Barcoding's next top model: an evaluation of nucleotide substitution models for specimen identification



1. DNA barcoding studies use Kimura's two-parameter substitution model (K2P) as the de facto standard for constructing genetic distance matrices. Distances generated under this model then provide the basis for most downstream analyses, but uncertainty in model choice is rarely explored and could potentially affect how reliably DNA barcodes discriminate species.

2. Using information-theoretic approaches for a data set comprising 14 472 DNA barcodes from 14 published studies, we tested whether the K2P model was a good fit at the species level and whether applying a better fitting model biased error rates or changed overall identification success.

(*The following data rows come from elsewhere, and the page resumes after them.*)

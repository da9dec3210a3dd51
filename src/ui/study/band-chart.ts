import { drawLossChart, type LossAxis } from '../chart/loss-chart';
import type { DrawingContext, PixelSize } from '../plot';

/**
 * The loss across the starts of a multi-start study, step by step: the loss chart (chart/loss-chart.ts)
 * with no runs, only the band between the 25% and 75% quantiles and the median (bands from
 * engine/study/quantiles.ts), on the same axes and in the same style as the band under the runs.
 */
export function drawBandChart(ctx: DrawingContext, size: PixelSize, bands: readonly Float64Array[], axis: LossAxis): void {
  drawLossChart(ctx, size, [], axis, { quantiles: bands });
}
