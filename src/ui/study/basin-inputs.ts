import type { KnownPoint as BasinPoint } from '../../engine';
import type { KnownPoint } from '../../problems';

/** The surface's listed minima as the basins a study measures end points against, labelled by place. */
export function knownMinima(points: readonly KnownPoint[]): BasinPoint[] {
  return points
    .filter((p) => p.kind === 'global-min' || p.kind === 'local-min')
    .map((p) => ({ point: p.point, label: `minimum (${p.point.map((v) => +v.toPrecision(6)).join(', ')})` }));
}

/** The basin distance rule the page uses: 1% of the view's diagonal (README, Studies). */
export function basinRadiusOf(view: { a: readonly [number, number]; b: readonly [number, number] }): number {
  return 0.01 * Math.hypot(view.a[1] - view.a[0], view.b[1] - view.b[0]);
}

3. We report that the K2P was a poorly fitting model at the species level; it was never selected as the best model and very rarely selected as a credible alternative model. Despite the lack of support for the K2P model, differences in distance between best model and K2P model estimates were usually minimal, and importantly, identification success rates were largely unaffected by model choice even when interspecific threshold values were reassessed.

4. Although these conclusions may justify using the K2P model for specimen identification purposes, we found simpler metrics such as p distance performed equally well, perhaps obviating the requirement for model correction in DNA barcoding. Conversely, when incorporating genetic distance data into taxonomic studies, we advocate a more thorough examination of model uncertainty.